POST /v1/chat/completions
{
  "model": "meta-llama/llama-3.1-70b-instruct",
  "messages": [{ "role": "user", "content": "Summarize this thread." }],
  "provider": {
    "order": ["anthropic", "groq"],
    "only": ["anthropic", "groq"],
    "ignore": ["deepinfra"],
    "sort": "price",              // price | throughput | latency
    "quantizations": ["fp8"],
    "require_parameters": true,
    "data_collection": "deny",    // allow | deny
    "zdr": true,
    "enforce_distillable_text": false,
    "allow_fallbacks": false,
    "max_price": {
      "prompt": 1.2,              // USD per million tokens
      "completion": 2.0,
      "request": 0.10
    }
  },
  "fallback": {
    "enabled": true,
    "mode": "race",
    "timeout_ms": 20000
  }
}
provider.allow_fallbacks simply toggles the new fallback.enabled flag.

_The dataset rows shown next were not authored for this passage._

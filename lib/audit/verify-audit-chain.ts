// Walks the whole audit log in id order and recomputes every hash. The first event whose
// stored prev_hash or hash does not match is reported; otherwise the count and the head hash.
import type { DbOrTx } from "@/lib/db/client";
import { auditEventHash, GENESIS_HASH } from "@/lib/audit/audit-hash";

export type AuditChainReport =
  | { intact: true; verified: number; headHash: string }
  | { intact: false; verified: number; brokenAt: { id: string; action: string; reason: string } };

interface Row {
  id: bigint;
  occurred_at: Date;
  actor_type: string;
  actor_id: string | null;
  actor_label: string;
  action: string;
  subject_type: string | null;
  subject_id: string | null;
  payload: unknown;
  request_id: string | null;
  ip_address: string | null;
  prev_hash: string;
  hash: string;
}

export async function verifyAuditChain(db: DbOrTx, options: { batchSize?: number } = {}): Promise<AuditChainReport> {
  const batchSize = options.batchSize ?? 5000;
  let expectedPrev = GENESIS_HASH;
  let verified = 0;
  let lastId = BigInt(0);
  for (;;) {
    // Keyset paging keeps memory flat however long the log is.
    const rows = await db.$queryRaw<Row[]>`
      SELECT id, occurred_at, actor_type, actor_id, actor_label, action, subject_type, subject_id,
             payload, request_id, ip_address, prev_hash, hash
        FROM audit_events WHERE id > ${lastId} ORDER BY id LIMIT ${batchSize}`;
    if (rows.length === 0) break;
    for (const row of rows) {
      if (row.prev_hash !== expectedPrev) {
        return { intact: false, verified, brokenAt: { id: row.id.toString(), action: row.action, reason: "its prev_hash does not match the hash of the event before it (an event was removed, inserted or reordered)" } };
      }
      const recomputed = auditEventHash(row.prev_hash, {
        occurredAt: row.occurred_at,
        actorType: row.actor_type,
        actorId: row.actor_id,
        actorLabel: row.actor_label,
        action: row.action,
        subjectType: row.subject_type,
        subjectId: row.subject_id,
        payload: row.payload,
        requestId: row.request_id,
        ipAddress: row.ip_address,
      });
      if (recomputed !== row.hash) {
        return { intact: false, verified, brokenAt: { id: row.id.toString(), action: row.action, reason: "its content no longer matches its hash (the event was changed after it was written)" } };
      }
      expectedPrev = row.hash;
      verified += 1;
      lastId = row.id;
    }
  }
  return { intact: true, verified, headHash: expectedPrev };
}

Use the fallback object when you need finer control over mode, retries, or circuit breakers.

Field Reference

  • order: Explicit list of provider tags to try first. When omitted, Adaptive’s heuristics determine the initial ordering.
  • only: Whitelist of providers/endpoint tags. Requests are rejected if no allowed provider remains.
  • ignore: Blacklist of providers/endpoint tags to skip even when the router selects them.
  • sort: Secondary ordering when order is absent. price, throughput, and latency map to cost, capacity, and responsiveness heuristics.
  • quantizations: Require specific quantization levels (e.g., ["int8","fp8"]). Endpoint metadata is used; models lacking the requested format are filtered out.
  • require_parameters: When true, the model must advertise support for every parameter implied by the request (tools, response_format, etc.).
  • data_collection: allow (default) or deny. When deny, only providers marked as non-retentive in the registry remain. (Falls back to current metadata; future registry updates will make this stricter.)
  • zdr: Restrict routing to Zero Data Retention endpoints.
  • enforce_distillable_text: Filter to models whose publishers have opted into distillable outputs.
  • allow_fallbacks: Convenience flag that maps to fallback.enabled. Set to false to disable provider retries entirely.
  • max_price: Ceilings for prompt/completion/request/image pricing. Providers lacking explicit pricing are treated as exceeding the cap.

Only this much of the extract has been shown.